Articles for category: BVerfG

Parlamentarisches Fragerecht und Staatswohl

Der immer wieder ausgetragene Streit zwischen dem Bundestag und der Bundesregierung über die Reichweite des parlamentarischen Frage- und Auskunftsrechts wurde um eine neue Episode ergänzt. Der Zweite Senat des Bundesverfassungsgerichts hat jüngst entschieden, dass die Bundesregierung einen Bundestagsabgeordneten zu Unrecht über die Anzahl der ins Ausland entsandten Bediensteten des Bundesamtes für Verfassungsschutz (BfV) nicht unterrichtet hat.

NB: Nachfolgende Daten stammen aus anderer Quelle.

/// dphi/dt = R(n) |grad phi| + sum of a (slope+ - slope-) / 2: the solid (phi < 0) recedes at R.
/// Where R is the same for all normals Godunov's flux needs no dissipation.
double Advance::change(const Slopes& s, const RowPair& row, Speed& speed) const {
    if (tables_.constant(row)) {
        speed.rate = tables_.rate(row, 0);
        const double steep = upwind_steepness(s, speed.rate > 0, speed.waves);
        speed.waves *= std::fabs(speed.rate);
        return speed.rate * steep;
    }
    const double gx = s.mean(0), gy = s.mean(1), gz = s.mean(2);
    const Tilt mean = tilt_of(extruded_, gx, gy, gz);
    speed.rate = tables_.rate(row, mean.angle);
    const std::array<double, 3> a = dissipation(tables_, row, extruded_, s, mean);
    speed.waves = a[0] + a[1] + a[2];
    double sum = speed.rate * std::sqrt(gx * gx + gy * gy + gz * gz);
    for (int axis = 0; axis < 3; ++axis)
        sum += 0.5 * a[axis] * (s.plus[axis] - s.minus[axis]);
    return sum;
}

/// The same at the mean rate over `dt` through layers: each acts for its share of the time.
double Advance::layered_change(const Slopes& s, const Layers& layers, double dt) const {
    std::array<double, Layers::capacity> share;
    const double angle = tilt_of(extruded_, s.mean(0), s.mean(1), s.mean(2)).angle;
    walk(tables_, layers, angle, dt, share);
    double sum = 0;
    for (int k = 0; k < layers.count; ++k) {
        Speed speed;
        if (share[k] > 0 && layers.row[k].row >= 0)
            sum += share[k] * change(s, layers.row[k], speed);
    }
    return sum;
}

/// Slopes of the front that the cell belongs to. Where a front meets a resting wall at an inner
/// edge, the gas beyond the bisector is nearer to the wall; its phi would hold the front back, so
/// the front's own plane stands in for it. So it does behind an interface that the front runs along
/// if the rate depends on the normal: a vertical wall must not be seen tilted by what is below it.
Slopes Advance::special_slopes(const double* phi, const LayeredCell& at) const {
    Slopes s = slopes(phi, at.cell, at.unseen | at.beside);
    const unsigned plane = at.beside | (at.directional ? at.unseen : 0u);
    for (int side = 0; side < 6; ++side) {
        if (!(plane >> side & 1))
            continue;
        (side & 1 ? s.plus : s.minus)[side / 2] = (&surface_.normal[element_[at.cell]].x)[side / 2];
    }
    return s;
}
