def test_a_repair_changes_what_is_negative_and_nothing_else():
    covariance = np.array([[1.0, 0.2], [0.2, 2.0]])
    half = np.array([[1.0, 0.9], [-0.7, -0.02]])
    rate = np.linalg.solve(covariance, half.T).T
    repaired, share = repaired_rate(rate, covariance)
    process = OrnsteinUhlenbeck(rate=repaired, covariance=covariance)
    after = repaired @ covariance
    np.testing.assert_allclose(after - after.T, half - half.T, atol=1e-12)
    scale = np.sqrt(np.diag(covariance))
    before = np.linalg.eigvalsh((half + half.T) / np.outer(scale, scale))
    values = np.linalg.eigvalsh(process.diffusion / np.outer(scale, scale))
    np.testing.assert_allclose(values, [1e-3 * before[1], before[1]], rtol=1e-9)
    expected = (1e-3 * before[1] - before[0]) / np.abs(before).sum()
    assert share == pytest.approx(expected, rel=1e-9)
    same, none = repaired_rate(RATE, turning().covariance)
    assert none == 0
    np.testing.assert_array_equal(same, RATE)


def test_noise_beyond_repair_is_refused():
    # An autoregression that no process has: its lag matrix shrinks all states, but its
    # logarithm would let some grow: [[1.2, -2.9], [0, 1.2]] has 1.2 -+ 1.47.
    lag_matrix = np.array([[0.3, 0.88], [0.0, 0.3]])
    root = np.linalg.cholesky(np.eye(2) - lag_matrix @ lag_matrix.T)
    new = np.random.default_rng(20).standard_normal((20_000, 2)) @ root.T
    for k in range(1, len(new)):
        new[k] += lag_matrix @ new[k - 1]
    with pytest.raises(DataError, match=r"noise of negative variance \(9"):
        fit_ornstein_uhlenbeck(new[None], 1.0, method="likelihood", structure="full")


def test_intervals_are_of_what_there_is():
    fit = fit_ornstein_uhlenbeck(many(turning(), 4000, 0.1, 1, 21), 0.1)
    for arguments in (("rate",), ("decay", 1.0), ("decay", 0.0)):
        with pytest.raises(DataError, match="interval of"):
            fit.interval(*arguments)
    low, high = fit.interval("decay", 0.5)
    assert np.all((low < fit.decay.value) & (fit.decay.value < high))
    # The noise is what the decay takes away.
    np.testing.assert_allclose(fit.noise.value, np.diag(fit.process.diffusion))
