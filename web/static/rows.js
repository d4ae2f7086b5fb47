// Adds and removes rows of a form in place: the server makes the rows, as it does without this module.

async function changed(form, button) {
  const answer = await fetch(form.action, { method: "POST", body: new FormData(form, button), redirect: "error" });
  const page = new DOMParser().parseFromString(await answer.text(), "text/html");
  const fresh = answer.ok ? page.getElementById(form.id) : null;
  if (!fresh) throw new Error(`no form in the answer, status ${answer.status}`);
  return document.adoptNode(fresh);
}

document.addEventListener("submit", async (event) => {
  const form = event.target;
  const button = event.submitter;
  if (!form.matches("form[data-rows]") || !button || !/^(add|remove)-/.test(button.value)) return;
  event.preventDefault();
  try {
    const fresh = await changed(form, button);
    const next = fresh.querySelector("[autofocus]");
    next?.removeAttribute("autofocus");
    form.replaceWith(fresh);
    next?.focus();
  } catch {
    // Without an answer to show in place, the browser asks for the page itself and shows what comes.
    const choice = document.createElement("input");
    Object.assign(choice, { type: "hidden", name: button.name, value: button.value });
    form.append(choice);
    HTMLFormElement.prototype.submit.call(form);
  }
});
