"""A workbook's first sheet reads as what people see in it, and gives the same answers as the same table as CSV."""

from __future__ import annotations

import json
from datetime import date, datetime
from io import BytesIO
from pathlib import Path

import pytest
from openpyxl import Workbook

from registry.cli import main
from registry.errors import InputRefused
from registry.exchange.workbooks import first_sheet
from registry.services.import_check import ColumnChoice
from registry.services.opening import Database
from registry.services.study_report import study_report
from registry.services.trial_import import read_upload, run_import
from tests.support.studies import NOW, START, WALK, a_study

ROWS = [
    ["walk", "start", "minutes"],
    *[[walk, start, 20 + at / 10] for at in range(3) for walk in WALK.levels for start in START.levels],
]


def workbook(rows: list[list[object]], *, more_sheets: int = 0) -> bytes:
    book = Workbook()
    sheet = book.active
    assert sheet is not None
    for row in rows:
        sheet.append(row)
    for _ in range(more_sheets):
        book.create_sheet().append(["something else"])
    content = BytesIO()
    book.save(content)
    return content.getvalue()


def test_values_read_as_they_were_typed() -> None:
    content = workbook(
        [["a", 7, 7.1, 738.0000000000001, True, date(2026, 3, 2), datetime(2026, 3, 2, 14, 5), None, "z"]]
    )

    (row,) = first_sheet("tours.xlsx", content)

    assert row == ("a", "7", "7.1", "738.0000000000001", "yes", "2026-03-02", "2026-03-02T14:05:00", "", "z")


def test_only_the_first_sheet_is_read() -> None:
    rows = list(first_sheet("tours.xlsx", workbook([["walk"], ["return"]], more_sheets=2)))

    assert rows == [("walk",), ("return",)]


def test_a_formula_that_nobody_computed_reads_as_nothing() -> None:
    rows = list(first_sheet("tours.xlsx", workbook([["walk", "minutes"], ["return", "=1+1"]])))

    assert rows[1] == ("return", "")


def test_what_is_no_workbook_is_refused_with_what_would_do() -> None:
    with pytest.raises(InputRefused, match=r"tours.xlsx: .*; give a workbook \(.xlsx\) or a CSV file in UTF-8"):
        list(first_sheet("tours.xlsx", b"walk,minutes\nreturn,7.1\n"))


def test_the_command_gives_the_same_record_for_a_workbook_and_for_csv(
    tmp_path: Path, capsys: pytest.CaptureFixture[str]
) -> None:
    book, table = tmp_path / "tours.xlsx", tmp_path / "tours.csv"
    book.write_bytes(workbook(ROWS))
    table.write_text("\n".join(",".join(str(value) for value in row) for row in ROWS) + "\n")
    records = []
    for path in (book, table):
        wish = ["decompose", str(path), "--response", "minutes", "--factor", "walk", "--factor", "start", "--json"]
        assert main(wish) == 0
        records.append(json.loads(capsys.readouterr().out))

    # A workbook keeps 20 where the table says 20.0; both lie on the same step.
    assert records[0] == records[1]


def test_a_fault_in_a_workbook_is_told_with_its_row(tmp_path: Path, capsys: pytest.CaptureFixture[str]) -> None:
    path = tmp_path / "tours.xlsx"
    path.write_bytes(workbook([*ROWS, ["return", "front", "fast"]]))

    assert main(["decompose", str(path), "--response", "minutes", "--factor", "walk"]) == 1
    assert f"tours.xlsx, line {len(ROWS) + 1}, column minutes: 'fast' given" in capsys.readouterr().err


def test_a_workbook_is_taken_into_a_study(database: Database) -> None:
    place = a_study(database)
    job = read_upload(database, place.keeper, place.study_id, name="tours.xlsx", content=workbook(ROWS), now=NOW)
    choices = [ColumnChoice("factor", "walk"), ColumnChoice("factor", "start"), ColumnChoice("response", "minutes")]

    run_import(database, place.keeper, place.study_id, job, choices=choices, round_offered=False, now=NOW)

    report = study_report(database, place.keeper, place.study_id)
    assert report.findings is not None
    assert report.findings.table.grand.value.value == pytest.approx(20.1)
    assert report.card.logged == len(ROWS) - 1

Das Urteil des Bundesverfassungsgerichts ordnet sich in eine stetig länger werdende Reihe von Entscheidungen ein, in der es im Kern um die Frage geht, ob und inwieweit sich der Bundestag, seine Untergliederungen oder seine Mitglieder durch verfassungsrechtlich radizierte Auskunftsansprüche über die Aktivitäten der Nachrichtendienste informieren dürfen. Die juristischen Auseinandersetzungen betreffen häufig die Auslegung höchst abstrakter Rechtsbegriffe, wie des „Staatswohls“, und die Abwägung zwischen verfassungsrechtlich prinzipiell gleichgewichtigen Belangen.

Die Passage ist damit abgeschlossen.